▸ **What the exercise asks**
Extract each line from the entries below that has the string "against" in it.

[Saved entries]

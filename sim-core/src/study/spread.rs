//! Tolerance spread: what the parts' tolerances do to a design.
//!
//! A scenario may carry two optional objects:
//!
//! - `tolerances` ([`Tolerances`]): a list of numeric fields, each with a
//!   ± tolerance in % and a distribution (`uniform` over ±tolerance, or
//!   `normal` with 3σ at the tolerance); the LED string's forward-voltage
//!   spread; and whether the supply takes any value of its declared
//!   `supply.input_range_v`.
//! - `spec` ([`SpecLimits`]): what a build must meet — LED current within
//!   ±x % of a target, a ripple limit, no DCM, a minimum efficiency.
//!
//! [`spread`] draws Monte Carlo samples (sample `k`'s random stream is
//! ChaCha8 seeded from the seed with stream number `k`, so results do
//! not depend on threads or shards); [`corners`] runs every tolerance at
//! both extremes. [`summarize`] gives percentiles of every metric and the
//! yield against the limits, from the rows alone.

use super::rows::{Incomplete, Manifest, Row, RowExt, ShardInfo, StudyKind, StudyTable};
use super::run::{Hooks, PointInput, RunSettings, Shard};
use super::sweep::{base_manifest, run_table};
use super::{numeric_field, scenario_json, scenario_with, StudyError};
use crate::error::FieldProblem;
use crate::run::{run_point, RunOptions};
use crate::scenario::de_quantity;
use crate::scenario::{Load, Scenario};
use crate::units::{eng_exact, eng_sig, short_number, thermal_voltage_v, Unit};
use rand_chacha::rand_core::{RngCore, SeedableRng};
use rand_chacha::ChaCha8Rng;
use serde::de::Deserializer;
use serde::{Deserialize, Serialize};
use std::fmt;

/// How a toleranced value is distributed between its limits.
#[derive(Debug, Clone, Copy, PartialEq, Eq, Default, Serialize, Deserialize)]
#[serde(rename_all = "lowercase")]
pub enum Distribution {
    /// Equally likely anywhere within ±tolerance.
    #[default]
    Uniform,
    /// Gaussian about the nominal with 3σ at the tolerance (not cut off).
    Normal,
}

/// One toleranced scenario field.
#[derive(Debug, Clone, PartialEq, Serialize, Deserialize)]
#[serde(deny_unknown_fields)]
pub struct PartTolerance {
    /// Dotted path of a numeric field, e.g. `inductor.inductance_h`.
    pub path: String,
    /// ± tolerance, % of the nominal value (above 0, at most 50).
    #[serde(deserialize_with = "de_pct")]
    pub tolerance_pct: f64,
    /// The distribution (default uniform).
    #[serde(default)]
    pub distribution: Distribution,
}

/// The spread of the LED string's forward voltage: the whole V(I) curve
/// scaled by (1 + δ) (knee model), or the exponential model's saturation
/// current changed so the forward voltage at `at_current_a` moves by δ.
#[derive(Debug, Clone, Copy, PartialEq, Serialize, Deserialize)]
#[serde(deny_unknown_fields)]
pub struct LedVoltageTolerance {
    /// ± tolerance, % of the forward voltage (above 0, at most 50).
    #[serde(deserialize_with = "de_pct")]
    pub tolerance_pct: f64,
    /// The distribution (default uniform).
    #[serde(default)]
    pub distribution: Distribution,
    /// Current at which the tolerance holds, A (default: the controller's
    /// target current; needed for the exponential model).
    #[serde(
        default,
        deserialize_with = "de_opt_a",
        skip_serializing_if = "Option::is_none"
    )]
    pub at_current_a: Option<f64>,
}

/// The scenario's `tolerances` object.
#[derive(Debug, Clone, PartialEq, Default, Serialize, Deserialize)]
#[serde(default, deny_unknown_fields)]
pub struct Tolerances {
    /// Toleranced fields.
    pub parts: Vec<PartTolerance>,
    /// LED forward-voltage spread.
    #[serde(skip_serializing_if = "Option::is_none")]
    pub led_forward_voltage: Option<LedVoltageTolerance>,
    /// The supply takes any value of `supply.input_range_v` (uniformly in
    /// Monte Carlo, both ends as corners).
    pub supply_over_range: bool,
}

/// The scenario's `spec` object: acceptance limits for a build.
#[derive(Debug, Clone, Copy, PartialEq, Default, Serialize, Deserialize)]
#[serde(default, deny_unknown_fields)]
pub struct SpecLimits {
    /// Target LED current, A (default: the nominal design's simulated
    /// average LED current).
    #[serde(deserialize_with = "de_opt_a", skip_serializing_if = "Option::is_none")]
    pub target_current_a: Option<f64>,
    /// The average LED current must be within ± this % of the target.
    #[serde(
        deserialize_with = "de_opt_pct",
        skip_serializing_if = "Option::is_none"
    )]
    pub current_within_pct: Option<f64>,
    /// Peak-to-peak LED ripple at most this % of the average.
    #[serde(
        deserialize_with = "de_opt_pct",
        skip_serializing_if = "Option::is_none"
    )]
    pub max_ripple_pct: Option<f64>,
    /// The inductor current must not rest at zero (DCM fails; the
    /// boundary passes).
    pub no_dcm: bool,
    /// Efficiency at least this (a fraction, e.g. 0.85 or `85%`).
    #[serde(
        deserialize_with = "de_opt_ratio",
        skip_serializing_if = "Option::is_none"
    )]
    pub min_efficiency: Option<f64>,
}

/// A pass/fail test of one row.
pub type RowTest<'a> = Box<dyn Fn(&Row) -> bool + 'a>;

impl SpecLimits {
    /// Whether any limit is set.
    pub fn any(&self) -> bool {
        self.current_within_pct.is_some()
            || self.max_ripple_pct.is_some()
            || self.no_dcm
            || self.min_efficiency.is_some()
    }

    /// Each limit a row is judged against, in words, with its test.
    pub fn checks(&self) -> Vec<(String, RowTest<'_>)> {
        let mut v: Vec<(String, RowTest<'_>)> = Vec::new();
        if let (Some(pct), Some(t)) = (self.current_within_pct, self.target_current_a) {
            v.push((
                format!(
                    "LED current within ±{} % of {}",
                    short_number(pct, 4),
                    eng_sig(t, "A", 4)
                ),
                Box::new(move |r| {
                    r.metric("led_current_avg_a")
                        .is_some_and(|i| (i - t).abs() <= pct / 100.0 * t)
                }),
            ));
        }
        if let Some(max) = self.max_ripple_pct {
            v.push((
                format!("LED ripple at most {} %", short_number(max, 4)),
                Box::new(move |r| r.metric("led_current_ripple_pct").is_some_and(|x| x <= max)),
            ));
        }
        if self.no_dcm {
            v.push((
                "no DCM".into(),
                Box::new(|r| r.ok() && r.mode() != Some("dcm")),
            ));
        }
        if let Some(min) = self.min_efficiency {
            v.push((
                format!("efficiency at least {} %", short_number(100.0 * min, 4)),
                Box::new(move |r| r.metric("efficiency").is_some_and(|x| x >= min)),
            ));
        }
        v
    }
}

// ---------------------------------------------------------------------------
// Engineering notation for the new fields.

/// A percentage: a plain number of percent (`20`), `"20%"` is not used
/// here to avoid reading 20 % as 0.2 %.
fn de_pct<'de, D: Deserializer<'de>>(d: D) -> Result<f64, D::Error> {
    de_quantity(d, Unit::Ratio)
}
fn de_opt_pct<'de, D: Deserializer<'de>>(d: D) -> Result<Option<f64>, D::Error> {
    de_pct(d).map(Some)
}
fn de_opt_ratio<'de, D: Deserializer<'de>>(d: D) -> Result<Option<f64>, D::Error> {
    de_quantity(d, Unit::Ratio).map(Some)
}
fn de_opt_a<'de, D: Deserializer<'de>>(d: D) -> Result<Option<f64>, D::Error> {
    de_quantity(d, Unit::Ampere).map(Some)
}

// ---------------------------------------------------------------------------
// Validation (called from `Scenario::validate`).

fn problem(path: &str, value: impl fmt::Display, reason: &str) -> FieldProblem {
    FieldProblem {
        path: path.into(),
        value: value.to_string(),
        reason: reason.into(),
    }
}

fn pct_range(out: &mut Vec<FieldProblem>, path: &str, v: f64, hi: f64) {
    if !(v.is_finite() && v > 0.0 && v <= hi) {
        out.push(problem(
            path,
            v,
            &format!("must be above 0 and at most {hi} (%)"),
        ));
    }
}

▸ **Task output**
//! yield against the limits, from the rows alone.
    /// Each limit a row is judged against, in words, with its test.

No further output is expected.